Organisers had hoped to secure 100,000 signatures but announced they have managed to surpass their original target.

A delegation from Walsall Pensioners' Convention will hand over the petition, packed inside 18 large folders, tomorrow.

They say their petition is the first phase in a grass-roots campaign aimed at keeping the pass as a statutory universal national entitlement free at the point of use for elderly and blind people.

Walsall-based campaigner Richard Worrall said: "The 150,000 plus signatures we'll be delivering to Number 10 are just the first instalment. We'll be back on the eve of next May's general election with the final instalment.

Richard Worrall is campaigning.

"The response to the petition campaign has been quite extraordinary – where else do you get 150,000 pen-on-paper signatures these days? It is testament to the widespread fear amongst millions of older and disabled people as to the future of their pass which, for many of them, is an absolutely essential lifeline."

The group also wrote to 750 local newspapers in England to help boost their campaign.
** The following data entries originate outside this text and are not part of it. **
def crowd_bags(out_dir, crowds, first_seed, duration_s, committed, log):
    """[(label, bag path)]: the committed bag and the seeded crowds, generated into out_dir/crowds
    unless a bag with the same scenario, seed and duration is already there."""
    from riskbound.crowd.record import generate_crowd_bag
    from riskbound.crowd.scenario import load_scenario

    root = _root()
    bags = [("courtyard_40-s7 (committed)", root / COMMITTED_BAG)] if committed else []
    for i in range(crowds):
        scenario_path = root / SCENARIOS[i % len(SCENARIOS)]
        scenario = load_scenario(scenario_path)
        seed = first_seed + i
        duration = min(duration_s, scenario.duration_s)
        path = Path(out_dir) / "crowds" / f"{scenario.name}-s{seed}"
        label = f"{scenario.name}-s{seed}"
        if _same_crowd(path, scenario.name, seed, duration):
            log(f"crowd {i + 1}/{crowds}: {label} (kept from an earlier suite)")
        else:
            if path.exists():
                _remove_bag(path)
            log(f"crowd {i + 1}/{crowds}: generating {label}, {duration:g} s ...")
            generate_crowd_bag(scenario_path, path, seed=seed, duration_s=duration)
        bags.append((label, path))
    return bags


def _same_crowd(path, name, seed, duration_s):
    if not (path / "metadata.yaml").is_file():
        return False
    try:
        data = read_custom_data(path)
        info = read_crowd_bag(path)
    except BagError:
        return False
    span_s = info.truth.stamps_s[-1] - info.truth.stamps_s[0] if len(info.truth) else 0.0
    return (data.get("scenario") == name and data.get("seed") == str(seed)
            and abs(span_s - duration_s) <= 0.2)


def _remove_bag(path):
    if not (path / "metadata.yaml").is_file():
        raise ValueError(f"{path} exists and is not a bag directory: not replacing it")
    shutil.rmtree(path)


def crowd_facts(bag):
    """{walkers_min, walkers_mean, span_s}: walkers in the bag's ground-truth frames, its length."""
    crowd = read_crowd_bag(bag)
    counts = np.array([len(ids) for ids in crowd.truth_ids])
    if not len(counts):
        raise BagError(f"{bag}: no ground-truth frames")
    return {"walkers_min": int(counts.min()), "walkers_mean": float(counts.mean()),
            "span_s": float(crowd.truth.stamps_s[-1] - crowd.truth.stamps_s[0])}


def cpu_times():
    """(busy, total) jiffies of all cores from /proc/stat; (nan, nan) where there is none."""
    try:
        values = [float(v) for v in Path("/proc/stat").read_text().splitlines()[0].split()[1:]]
    except (OSError, ValueError, IndexError):
        return float("nan"), float("nan")
    idle = values[3] + (values[4] if len(values) > 4 else 0.0)   # idle + iowait
    return sum(values) - idle, sum(values)


def busy_share(before, after):
    total = after[1] - before[1]
    return (after[0] - before[0]) / total if total > 0 else float("nan")


def start_spinner():
    """A process that keeps the last core busy, in its own process group."""
    core = (os.cpu_count() or 1) - 1
    code = f"import os\nos.sched_setaffinity(0, {{{core}}})\nwhile True:\n    pass\n"
    return subprocess.Popen([sys.executable, "-c", code], start_new_session=True,
                            stdout=subprocess.DEVNULL, stderr=subprocess.DEVNULL)


def stop_spinner(process):
    try:
        os.killpg(process.pid, signal.SIGKILL)
    except ProcessLookupError:
        pass
    process.wait()
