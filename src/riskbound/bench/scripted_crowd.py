"""A scripted crowd for the planner demo and benchmark: walkers on near-constant velocities.

Our own invented scene, a square plaza crossed by the robot. Walkers start uniformly inside the
plaza (none within `clear_start_m` of the robot's start), walk at speeds from N(1.3, 0.2²) m/s,
clipped to [0.6, 2.0] m/s (typical walking speeds, value from memory), with a small random
acceleration, and wrap around at the plaza edge. Walkers do not react to the robot (the usual
non-reactive benchmark assumption, harder than real people who step aside). Forecasts are
constant-velocity predictions with covariance σ_p² + σ_v² t² per axis, which matches how far the
random acceleration lets the true position drift over the horizon.
"""

from dataclasses import dataclass

import numpy as np

from riskbound.motion.forecast import ObstacleForecast

WALKER_HALF_EXTENTS_M = (0.25, 0.2)  # a walking adult's footprint, value from memory


@dataclass
class PlazaScenario:
    walkers: int = 12
    seed: int = 0
    half_size_m: float = 15.0
    start: tuple = (-12.0, 0.0)
    goal: tuple = (12.0, 0.0)
    clear_start_m: float = 3.0
    accel_noise_mps2: float = 0.15
    position_sigma_m: float = 0.1
    velocity_sigma_mps: float = 0.15


class ScriptedCrowd:
    """Ground-truth walkers and their forecasts, stepped at a fixed period."""

    def __init__(self, scenario):
        self.scenario = scenario
        self.rng = np.random.default_rng(scenario.seed)
        s = scenario
        positions = []
        while len(positions) < s.walkers:
            p = self.rng.uniform(-s.half_size_m, s.half_size_m, 2)
            if np.linalg.norm(p - np.asarray(s.start)) > s.clear_start_m and \
                    np.linalg.norm(p - np.asarray(s.goal)) > 1.0:
                positions.append(p)
        self.positions = np.array(positions).reshape(-1, 2)
        heading = self.rng.uniform(-np.pi, np.pi, s.walkers)
        speed = np.clip(self.rng.normal(1.3, 0.2, s.walkers), 0.6, 2.0)
        self.velocities = speed[:, None] * np.stack([np.cos(heading), np.sin(heading)], axis=-1)
        self.half_extents = np.tile(WALKER_HALF_EXTENTS_M, (s.walkers, 1))
        self.ids = np.arange(s.walkers)

    @property
    def headings(self):
        return np.arctan2(self.velocities[:, 1], self.velocities[:, 0])

    def advance(self, dt):
        """Move the walkers by one period: random acceleration, wrap at the plaza edge."""
        s = self.scenario
        accel = self.rng.normal(0.0, s.accel_noise_mps2, self.velocities.shape)
        self.positions = self.positions + self.velocities * dt + 0.5 * accel * dt**2
        self.velocities = self.velocities + accel * dt
        size = 2.0 * s.half_size_m
        self.positions = (self.positions + s.half_size_m) % size - s.half_size_m

    def forecast(self, times):
        """Constant-velocity forecast at `times` (s from now) with growing covariance."""
        s = self.scenario
        times = np.asarray(times, dtype=float)
        positions = self.positions[:, None, :] + self.velocities[:, None, :] * times[None, :, None]
        variance = s.position_sigma_m**2 + (s.velocity_sigma_mps * times) ** 2
        covariances = variance[None, :, None, None] * np.eye(2)[None, None] * np.ones((len(self.ids), 1, 1, 1))
        headings = np.repeat(self.headings[:, None], len(times), axis=1)
        return ObstacleForecast(self.ids, times, positions, headings, covariances, self.half_extents)

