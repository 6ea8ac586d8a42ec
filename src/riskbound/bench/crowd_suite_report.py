"""The crowd suite's table, criteria, Markdown and figure (riskbound.bench.crowd_suite runs it)."""

import numpy as np

from riskbound.logs.contact_geometry import ROBOT_INTO_WALKER_MPS, STANDING_SPEED_MPS
from riskbound.logs.run_summary import ROBOTS_WALKERS_MAY_CATCH

# The acceptance (issue 12, "A crowd suite, run in CI"): our own targets, no source.
MIN_GOAL_SHARE = 0.95
MAX_STOP_S = 3.0


def suite_table(rows, solve_ms):
    """{"by_robot": {robot: figures over its runs}}; solve_ms: {robot: every attempted solve [ms]}."""
    by_robot = {}
    for robot in dict.fromkeys(row["robot"] for row in rows):
        mine = [row for row in rows if row["robot"] == robot]
        times = np.asarray(solve_ms.get(robot, []), dtype=float)
        by_robot[robot] = {
            "robot_model": mine[0]["robot_model"],
            "runs": len(mine),
            "goal_reached": sum(row["goal_reached"] for row in mine),
            "goal_reached_share": sum(row["goal_reached"] for row in mine) / len(mine),
            "passed": sum(row["passed"] for row in mine),
            "robot_into_walker": sum(row["robot_into_walker"] for row in mine),
            "walker_into_robot": sum(row["walker_into_robot"] for row in mine),
            "runs_with_walker_contact": sum(bool(row["walker_contacts"]) for row in mine),
            "min_clearance_m": float(np.nanmin([row["min_clearance_m"] for row in mine] + [np.inf])),
            "static_contacts": sum(row["static_contacts"] for row in mine),
            "static_checked_runs": sum(row["static_map_checked"] for row in mine),
            "time_outside_bounds_s": float(sum(row["time_outside_bounds_s"] for row in mine)),
            "longest_stop_s": max(row["longest_stop_s"] for row in mine),
            "runs_stopped_over_limit": sum(row["longest_stop_s"] > MAX_STOP_S for row in mine),
            "solves": int(len(times)),
            "solve_ms_median": float(np.median(times)) if len(times) else float("nan"),
            "solve_ms_p99": float(np.percentile(times, 99)) if len(times) else float("nan"),
        }
    return {"by_robot": by_robot}


def suite_criteria(table):
    """The issue's criteria per robot type: [{robot, criterion, value, met}]. Walker contacts follow
    the closed-loop verdict (riskbound.logs.run_summary): none at all for a multirotor, none with
    the robot moving into the walker for a ground robot (unicycle)."""
    found = []
    for robot, line in table["by_robot"].items():
        ground = line["robot_model"] in ROBOTS_WALKERS_MAY_CATCH
        checks = [
            (f"goal reached in ≥ {100 * MIN_GOAL_SHARE:g} % of runs", line["goal_reached_share"],
             line["goal_reached_share"] >= MIN_GOAL_SHARE),
            ("zero static contacts", line["static_contacts"], line["static_contacts"] == 0
             and line["static_checked_runs"] == line["runs"]),
            ("no time outside the bounds", line["time_outside_bounds_s"], line["time_outside_bounds_s"] == 0.0),
            (f"no stop longer than {MAX_STOP_S:g} s while the goal is open", line["longest_stop_s"],
             line["longest_stop_s"] <= MAX_STOP_S),
            ("no contact with the robot moving into the walker", line["robot_into_walker"],
             line["robot_into_walker"] == 0) if ground else
            ("no walker contact", line["robot_into_walker"] + line["walker_into_robot"],
             line["robot_into_walker"] + line["walker_into_robot"] == 0),
        ]
        found += [{"robot": robot, "criterion": name, "value": value, "met": bool(met)} for name, value, met in checks]
    return found


def _f(value, digits=1):
    return "—" if value is None or not np.isfinite(value) else f"{value:.{digits}f}"


def suite_markdown(suite):
    """The suite as Markdown: machine, summary table, criteria, per-run rows, every walker contact."""
    machine, settings, table = suite["machine"], suite["settings"], suite["table"]["by_robot"]
    lines = [
        f"# Crowd suite: {len(suite['crowds'])} crowds × {len(settings['robots'])} robot types, replay speed "
        f"{settings['speed']:g}",
        "",
        f"Machine: {machine['cores']} cores, " + ("one core kept busy by a spinning process"
                                                if machine["busy_core"] else "no extra load started by the suite")
        + f"; 1-minute load average {_f(machine['load_1min_mean'], 2)} and CPU busy "
        f"{_f(100 * machine['cpu_busy_share_mean'] if machine['cpu_busy_share_mean'] is not None else None, 0)} % "
        f"of all cores on average over the runs (the suite's own nodes included); {machine['wall_s'] / 60:.1f} min.",
        f"Parameter files: {', '.join(f'{r} {p}' for r, p in settings['parameter_files'].items())}. "
        f"A contact is the robot moving into the walker when it closes in faster than {ROBOT_INTO_WALKER_MPS:g} m/s "
        f"at onset; a stop is speed below {STANDING_SPEED_MPS:g} m/s while the goal is open.",
        "",
        "| robot | runs | goal reached | walker contacts: robot into walker | walker into robot | static contacts "
        "| time outside bounds [s] | longest stop [s] | solve ms median | solve ms p99 | min clearance [m] |",
        "|---|---|---|---|---|---|---|---|---|---|---|",
    ]
    for robot, t in table.items():
        lines.append(f"| {robot} ({t['robot_model']}) | {t['runs']} | {t['goal_reached']} "
                     f"({100 * t['goal_reached_share']:.0f} %) | {t['robot_into_walker']} | {t['walker_into_robot']} | "
                     f"{t['static_contacts']} | {t['time_outside_bounds_s']:.2f} | {t['longest_stop_s']:.1f} | "
                     f"{_f(t['solve_ms_median'])} | {_f(t['solve_ms_p99'])} | {_f(t['min_clearance_m'], 3)} |")
    lines += ["", "Criteria (issue 12):", ""]
    for c in suite["criteria"]:
        lines.append(f"- {c['robot']}: {c['criterion']}: {'met' if c['met'] else 'NOT met'} ({c['value']:g})"
                     if isinstance(c["value"], (int, float)) else f"- {c['robot']}: {c['criterion']}: {c['met']}")
    lines += ["", "| robot | crowd | walkers (min/mean) | goal | contacts robot→walker / walker→robot | min clearance [m] "
              "| static contacts | outside [s] | longest stop [s] | solve ms median / p99 | load 1 min | CPU busy |",
              "|---|---|---|---|---|---|---|---|---|---|---|---|"]
    for r in suite["runs"]:
        goal = f"{r['time_to_goal_s']:.1f} s" if r["goal_reached"] else f"not reached ({r['min_distance_to_goal_m']:.1f} m)"
        lines.append(f"| {r['robot']} | {r['crowd']} | {r['walkers_min']}/{r['walkers_mean']:.0f} | {goal} | "
                     f"{r['robot_into_walker']} / {r['walker_into_robot']} | {_f(r['min_clearance_m'], 3)} | "
                     f"{r['static_contacts']} | {r['time_outside_bounds_s']:.2f} | {r['longest_stop_s']:.1f} | "
                     f"{_f(r['solve_ms_median'])} / {_f(r['solve_ms_p99'])} | {r['load_1min_end']:.2f} | "
                     f"{_f(100 * r['cpu_busy_share'], 0)} % |")
    contacts = [(r, c) for r in suite["runs"] for c in r["walker_contacts"]]
    lines += ["", f"Walker contacts ({len(contacts)}):" if contacts else "Walker contacts: none."]
    if contacts:
        lines += ["", "| robot | crowd | walker | onset [s] | frames | min clearance [m] | who moved | robot speed "
                      "(toward) [m/s] | walker speed (toward) [m/s] |", "|---|---|---|---|---|---|---|---|---|"]
        for r, c in contacts:
            lines.append(f"| {r['robot']} | {r['crowd']} | {c['walker_id']} | {c['onset_s']:.1f} | {c['frames']} | "
                         f"{c['min_clearance_m']:.3f} | {c['who'].replace('_', ' ')} | {c['robot_speed_mps']:.2f} "
                         f"({c['robot_toward_walker_mps']:+.2f}) | {_f(c['walker_speed_mps'], 2)} "
                         f"({_f(c['walker_toward_robot_mps'], 2)}) |")
    return "\n".join(lines)


def plot_suite(rows, path):
    """Minimum clearance to walkers and to the static world, and the longest stop, per run."""
    import matplotlib

    matplotlib.use("Agg")
    import matplotlib.pyplot as plt

    crowds = list(dict.fromkeys(row["crowd"] for row in rows))
    robots = list(dict.fromkeys(row["robot"] for row in rows))
    figure, axes = plt.subplots(3, 1, figsize=(max(8.0, 0.7 * len(crowds) + 3.0), 9.5), sharex=True)
    width = 0.8 / max(len(robots), 1)
    for i, robot in enumerate(robots):
        mine = {row["crowd"]: row for row in rows if row["robot"] == robot}
        x = np.array([k for k, crowd in enumerate(crowds) if crowd in mine]) + (i - (len(robots) - 1) / 2) * width
        chosen = [mine[crowd] for crowd in crowds if crowd in mine]
        for axis, key in zip(axes, ("min_clearance_m", "min_static_clearance_m", "longest_stop_s")):
            values = [row[key] if np.isfinite(row[key]) else np.nan for row in chosen]
            axis.bar(x, values, width, label=robot)
    axes[0].axhline(0.0, color="tab:red", linewidth=1.0)
    axes[0].set_ylabel("min clearance to walkers [m]")
    axes[1].axhline(0.0, color="tab:red", linewidth=1.0)
    axes[1].set_ylabel("min clearance to walls [m]")
    axes[2].axhline(MAX_STOP_S, color="tab:red", linewidth=1.0, label=f"{MAX_STOP_S:g} s")
    axes[2].set_ylabel("longest stop [s]")
    axes[2].set_xticks(range(len(crowds)))
    axes[2].set_xticklabels(crowds, rotation=30, ha="right", fontsize=8)
    axes[0].legend(fontsize=8)
    axes[0].set_title("crowd suite: per run (below the red line at 0: contact)")
    figure.savefig(path, dpi=110, bbox_inches="tight")
    plt.close(figure)
    return path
As a result, responses and signatures were returned mainly by post from well wishers from Bodmin to Burnley, Cargo to Cambridge, Southampton to Seahouses, Tyneside to Torpoint, and Worthing to Wirral.
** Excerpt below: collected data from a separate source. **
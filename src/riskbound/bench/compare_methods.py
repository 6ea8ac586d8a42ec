"""The methods of `riskbound bench compare`: which run in which suite, their labels in tables and
figures, how each planner is built, and the percentile every per-method figure uses.

Methods (same robot model, cost, forecasts, pruning and per-constraint risk where they have one):
``ours`` the chance-constrained MPC (ellipse per obstacle and step, IPOPT);
``mixed_integer`` the disjunctive formulation (one binary per face and step, bonmin), exact for the box;
``linearised`` half-planes about the previous plan (one QP per cycle; up to `--passes` in suite a);
``robust_inflation`` ellipses grown by a fixed `--sigma-multiple` standard deviations, no allocation.
"""

import numpy as np

from riskbound.planning.baselines.linearised import LinearisedPlanner
from riskbound.planning.baselines.mixed_integer import MixedIntegerPlanner
from riskbound.planning.baselines.robust_inflation import RobustInflationPlanner
from riskbound.planning.mpc import ChanceConstrainedMPC

METHODS = ("ours", "mixed_integer", "linearised", "robust_inflation")
CROWD_METHODS = ("ours", "linearised", "robust_inflation")
LABELS = {"ours": "ours (ellipse MPC)", "mixed_integer": "mixed-integer", "linearised": "linearised",
          "robust_inflation": "robust inflation"}


def make_planner(method, settings, sigma_multiple, passes=1, time_limit_s=120.0):
    if method == "ours":
        return ChanceConstrainedMPC(settings)
    if method == "mixed_integer":
        return MixedIntegerPlanner(settings, time_limit_s=time_limit_s)
    if method == "linearised":
        return LinearisedPlanner(settings, passes=passes)
    if method == "robust_inflation":
        return RobustInflationPlanner(settings, sigma_multiple=sigma_multiple)
    raise ValueError(f"method={method!r} is not one of {METHODS}")



def finite_percentile(values, q):
    """The q-th percentile of the finite `values`; NaN when none is finite."""
    values = np.asarray(values, dtype=float)
    values = values[np.isfinite(values)]
    return float(np.percentile(values, q)) if len(values) else float("nan")
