"""The pruning check of `riskbound bench compare`: our median solve time with many walkers against
few, in the exhibition hall of suite (b) (`compare_hall`); `run_pruning` says how the two ratios
are measured.
"""

import numpy as np

from riskbound.bench.compare_hall import Concourse, run_episode
from riskbound.bench.compare_methods import make_planner
from riskbound.motion.forecast import ObstacleForecast


def _first_tracks(forecast, count):
    return ObstacleForecast(forecast.track_ids[:count], forecast.times, forecast.positions[:count],
                            forecast.headings[:count], forecast.covariances[:count], forecast.half_extents[:count])


def run_pruning(settings, low, high, seeds, scene_options, log):
    """Our median solve ms with `high` against `low` walkers, two ways.

    Same hall: closed loops with `high` and with `low` walkers in the exhibition hall (at 200 vs 40 the
    local density is five times higher, so more walkers are in reach, not only more to prune).
    Far walkers: the closed loop with `low` walkers is recorded, its forecasts carrying also
    `high − low` walkers in a far hall; every cycle is then re-solved twice, interleaved so both
    see the same machine load, by two planners warm-started alike: with all walkers and with the
    `low` in the hall only. The problems are identical after pruning, so the ratio is its cost.
    """
    planner = make_planner("ours", settings, 3.0)

    def closed_loop_ms(walkers):
        solve_ms = []
        for seed in range(seeds):
            solve_ms.extend(run_episode(planner, settings, Concourse(walkers, seed, **scene_options), 0)["solve_ms"])
        log(f"pruning: {walkers} walkers in the hall, closed loop, median solve {np.median(solve_ms):.1f} ms "
            f"over {len(solve_ms)} cycles")
        return float(np.median(solve_ms))

    at_low, same_hall = closed_loop_ms(low), closed_loop_ms(high)
    with_far, without_far = [], []
    replay_all, replay_hall = make_planner("ours", settings, 3.0), make_planner("ours", settings, 3.0)
    for seed in range(seeds):
        scene = Concourse(low, seed, far_walkers=high - low, **scene_options)
        episode = run_episode(planner, settings, scene, 0, record=True)
        replay_all.reset()
        replay_hall.reset()
        for x, forecast in episode["recorded"]:
            with_far.append(replay_all.solve(x, episode["P0"], episode["goal"], forecast).solve_ms)
            without_far.append(replay_hall.solve(x, episode["P0"], episode["goal"],
                                                 _first_tracks(forecast, low)).solve_ms)
    far, hall = float(np.median(with_far)), float(np.median(without_far))
    log(f"pruning: replay of {len(with_far)} cycles, {low} walkers + {high - low} far away {far:.1f} ms, "
        f"{low} only {hall:.1f} ms")
    return {"walkers_low": low, "walkers_high": high, "solve_ms_median_low": at_low,
            "solve_ms_median_high": same_hall, "ratio": same_hall / at_low,
            "solve_ms_median_replay_low": hall, "solve_ms_median_replay_high_far": far, "ratio_far": far / hall}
Mr Worrall added: "It's also a clear demonstration of the power of the local press. Politicians need to sit up and take notice of this army bestirring itself, all 11 million of them with a vote, and all of them watching, along with families and friends, to see which parties pledge to keep the pass in its present form."
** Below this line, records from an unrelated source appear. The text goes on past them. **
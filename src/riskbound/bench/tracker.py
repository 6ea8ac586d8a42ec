"""`riskbound bench tracker`: time per scan of the obstacle tracker with 100 detections.

A synthetic crowd (people walking at 0.8–1.6 m/s with slowly wandering headings inside a square,
turning back at its edges) is detected at a fixed rate with position noise, missed detections
and clutter. After a warm-up that confirms the tracks, every scan is timed: the update (predict,
gate, associate, update, start/delete tracks) and the forecast of the confirmed tracks over the
planner grid. Prints median / p90 / max of the wall time per model and whether the target
(median ≤ 2 ms for the constant-velocity model, the default) is met; writes tracker.json and
tracker_ms.png. `total_cpu` is the process CPU time of the same work: on a machine shared with
other jobs the wall time also counts the waits for a core, the CPU time does not.
"""

import json
import os
import platform
import sys
import time

import numpy as np

from riskbound.bench.time_histogram import write_time_histogram

TARGET_MEDIAN_MS = 2.0


def add_arguments(parser):
    parser.add_argument("--detections", type=int, default=100, help="people in the crowd (one detection each)")
    parser.add_argument("--scans", type=int, default=500, help="timed scans per model")
    parser.add_argument("--warmup", type=int, default=30, help="untimed scans first (tracks confirm)")
    parser.add_argument("--models", nargs="+", default=["constant_velocity", "unicycle"],
                        choices=["constant_velocity", "unicycle"])
    parser.add_argument("--forecast-steps", type=int, default=20)
    parser.add_argument("--rate-hz", type=float, default=10.0, help="scan rate")
    parser.add_argument("--area-m", type=float, default=30.0, help="side of the square the crowd walks in")
    parser.add_argument("--noise-m", type=float, default=0.1, help="detection position noise (std per axis)")
    parser.add_argument("--miss-rate", type=float, default=0.05, help="fraction of people not detected per scan")
    parser.add_argument("--clutter", type=float, default=2.0, help="mean false detections per scan")
    parser.add_argument("--seed", type=int, default=0)
    parser.add_argument("--out", default="out/bench", help="directory for tracker.json and tracker_ms.png")


class SyntheticCrowd:
    """People walking inside a square; `scan()` returns the noisy detections of the next period."""

    def __init__(self, people, area_m, rate_hz, noise_m, miss_rate, clutter, seed):
        self.rng = np.random.default_rng(seed)
        self.area_m, self.dt, self.noise_m = area_m, 1.0 / rate_hz, noise_m
        self.miss_rate, self.clutter = miss_rate, clutter
        self.position = self.rng.uniform(0.0, area_m, (people, 2))
        self.heading = self.rng.uniform(-np.pi, np.pi, people)
        self.speed = self.rng.uniform(0.8, 1.6, people)
        self.time_s = 0.0

    def scan(self):
        self.heading += self.rng.normal(0.0, 0.3, len(self.heading)) * np.sqrt(self.dt)
        step = self.speed[:, None] * self.dt * np.column_stack([np.cos(self.heading), np.sin(self.heading)])
        self.position += step
        outside = (self.position < 0.0) | (self.position > self.area_m)
        # Turn back at the edges: mirror the heading's component across the wall that was crossed.
        self.heading = np.where(outside[:, 0], np.pi - self.heading, self.heading)
        self.heading = np.where(outside[:, 1], -self.heading, self.heading)
        self.position = np.clip(self.position, 0.0, self.area_m)
        self.time_s += self.dt
        seen = self.rng.random(len(self.position)) >= self.miss_rate
        detections = self.position[seen] + self.rng.normal(0.0, self.noise_m, (int(seen.sum()), 2))
        clutter = self.rng.uniform(0.0, self.area_m, (self.rng.poisson(self.clutter), 2))
        rows = np.concatenate([detections, clutter])
        return self.time_s, rows[self.rng.permutation(len(rows))]


def summarise(ms):
    ms = np.asarray(ms, dtype=float)
    return {"scans": int(ms.size), "median_ms": float(np.median(ms)), "p90_ms": float(np.percentile(ms, 90)),
            "max_ms": float(ms.max())}


def bench_model(model, args):
    from riskbound.tracking.settings import TrackerSettings
    from riskbound.tracking.tracker import MultiTargetTracker

    settings = TrackerSettings(motion_model=model, position_noise_m=args.noise_m,
                               forecast_steps=args.forecast_steps)
    tracker = MultiTargetTracker(settings)
    crowd = SyntheticCrowd(args.detections, args.area_m, args.rate_hz, args.noise_m, args.miss_rate,
                           args.clutter, args.seed)
    update_ms, forecast_ms, cpu_ms, confirmed, detections = [], [], [], [], []
    for k in range(args.warmup + args.scans):
        stamp, rows = crowd.scan()
        cpu_started = time.process_time()
        started = time.perf_counter()
        tracker.process(stamp, rows)
        updated = time.perf_counter()
        tracker.forecast()
        finished = time.perf_counter()
        cpu_finished = time.process_time()
        if k >= args.warmup:
            update_ms.append(1e3 * (updated - started))
            forecast_ms.append(1e3 * (finished - updated))
            cpu_ms.append(1e3 * (cpu_finished - cpu_started))
            confirmed.append(tracker.confirmed_count)
            detections.append(len(rows))
        if k % 50 == 0:
            sys.stderr.write(f"\r{model}: scan {k + 1}/{args.warmup + args.scans}   ")
            sys.stderr.flush()
    total_ms = np.add(update_ms, forecast_ms)
    return {"total": summarise(total_ms), "update": summarise(update_ms), "forecast": summarise(forecast_ms),
            "total_cpu": summarise(cpu_ms),
            "mean_detections_per_scan": float(np.mean(detections)),
            "mean_confirmed_tracks": float(np.mean(confirmed)), "total_ms": total_ms.tolist()}


def run(args):
    os.makedirs(args.out, exist_ok=True)
    results = {model: bench_model(model, args) for model in args.models}
    sys.stderr.write("\r" + " " * 60 + "\r")
    print(f"tracker time per scan: {args.detections} people ({args.miss_rate:.0%} missed, {args.clutter:g} clutter "
          f"per scan), update + forecast of {args.forecast_steps} steps, {args.scans} scans "
          f"({platform.processor() or platform.machine()}, {os.cpu_count()} cores)")
    print(f"{'model':>18} {'part':>10} {'median':>8} {'p90':>8} {'max':>8}   [ms]   detections  confirmed")
    for model, result in results.items():
        for part in ("total", "update", "forecast", "total_cpu"):
            row = result[part]
            extra = (f"   {result['mean_detections_per_scan']:10.1f} {result['mean_confirmed_tracks']:10.1f}"
                     if part == "total" else "")
            print(f"{model:>18} {part:>10} {row['median_ms']:>8.3f} {row['p90_ms']:>8.3f} {row['max_ms']:>8.3f}"
                  f"         {extra}")
    if "constant_velocity" in results:
        median = results["constant_velocity"]["total"]["median_ms"]
        print(f"target: median ≤ {TARGET_MEDIAN_MS} ms (constant_velocity): "
              f"{'met' if median <= TARGET_MEDIAN_MS else 'MISSED'} ({median:.3f} ms)")
    report = {"people": args.detections, "scans": args.scans, "forecast_steps": args.forecast_steps,
              "rate_hz": args.rate_hz, "noise_m": args.noise_m, "miss_rate": args.miss_rate,
              "clutter": args.clutter, "seed": args.seed, "target_median_ms": TARGET_MEDIAN_MS,
              "machine": {"cores": os.cpu_count(), "processor": platform.processor()},
              "results": {model: {k: v for k, v in r.items() if k != "total_ms"} for model, r in results.items()}}
    json_path = os.path.join(args.out, "tracker.json")
    with open(json_path, "w") as handle:
        json.dump(report, handle, indent=2)
    png_path = os.path.join(args.out, "tracker_ms.png")
    write_time_histogram({model: r["total_ms"] for model, r in results.items()}, png_path, TARGET_MEDIAN_MS,
                         f"target median {TARGET_MEDIAN_MS} ms", "update + forecast per scan [ms]", "scans",
                         "tracker time per scan")
    print(f"wrote {json_path} and {png_path}")
    return 0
All the major parties pledged before the 2010 general election to keep the pass, but calls for the scheme to be reviewed soon followed in 2011.

The English National Concessionary Travel pass was introduced in 2008. The National Pensioners Convention, which backs the campaign, wants an undertaking from all the political parties that the pass will be kept.

The delegates will be accompanied to 10 Downing Street by Walsall North MP David Winnick.

He said: "I shall be accompanying Richard Worrall to Downing Street to present a petition to the Prime Minister strongly urging that the national bus pass is retained.

"The 'Love The Bus Pass' campaign has attracted considerable support throughout the country; there is no doubt that it is highly valued by those of pensionable age.

"If the bus pass was undermined in any way, including by means testing, it would be a heavy blow to pensioners, and certainly mean that a large number who are now able to travel would find it that much more difficult for obvious financial reasons.

"My support for such a facility as the bus pass goes back to the 1960s."